About this task:
If a line of the records contains the string "return", copy it out.

Dataset entries:
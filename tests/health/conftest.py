"""Fixtures of the tool-health tests: the demo fab's warehouse (built once per session) and its weekly review."""

from __future__ import annotations

from pathlib import Path

import pytest

from tests.health.demo_warehouse import build_demo_warehouse


@pytest.fixture(scope="session")
def demo_fab(tmp_path_factory):
    """(warehouse path, simulated demo data) of the 27-day demo fab with the tool-health test plan evaluated."""
    path = tmp_path_factory.mktemp("demo") / "demo.duckdb"
    data = build_demo_warehouse(path)
    return path, data


@pytest.fixture(scope="session")
def demo_health(demo_fab):
    from warehouse.health import read_weekly_health

    return read_weekly_health(demo_fab[0])


@pytest.fixture(scope="session")
def demo_report(demo_health, tmp_path_factory) -> Path:
    from dashboard.report import render_weekly_report

    path = tmp_path_factory.mktemp("report") / "weekly.html"
    path.write_text(render_weekly_report(demo_health), encoding="utf-8")
    return path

Output of the task:
    return path, data
    return read_weekly_health(demo_fab[0])
    return path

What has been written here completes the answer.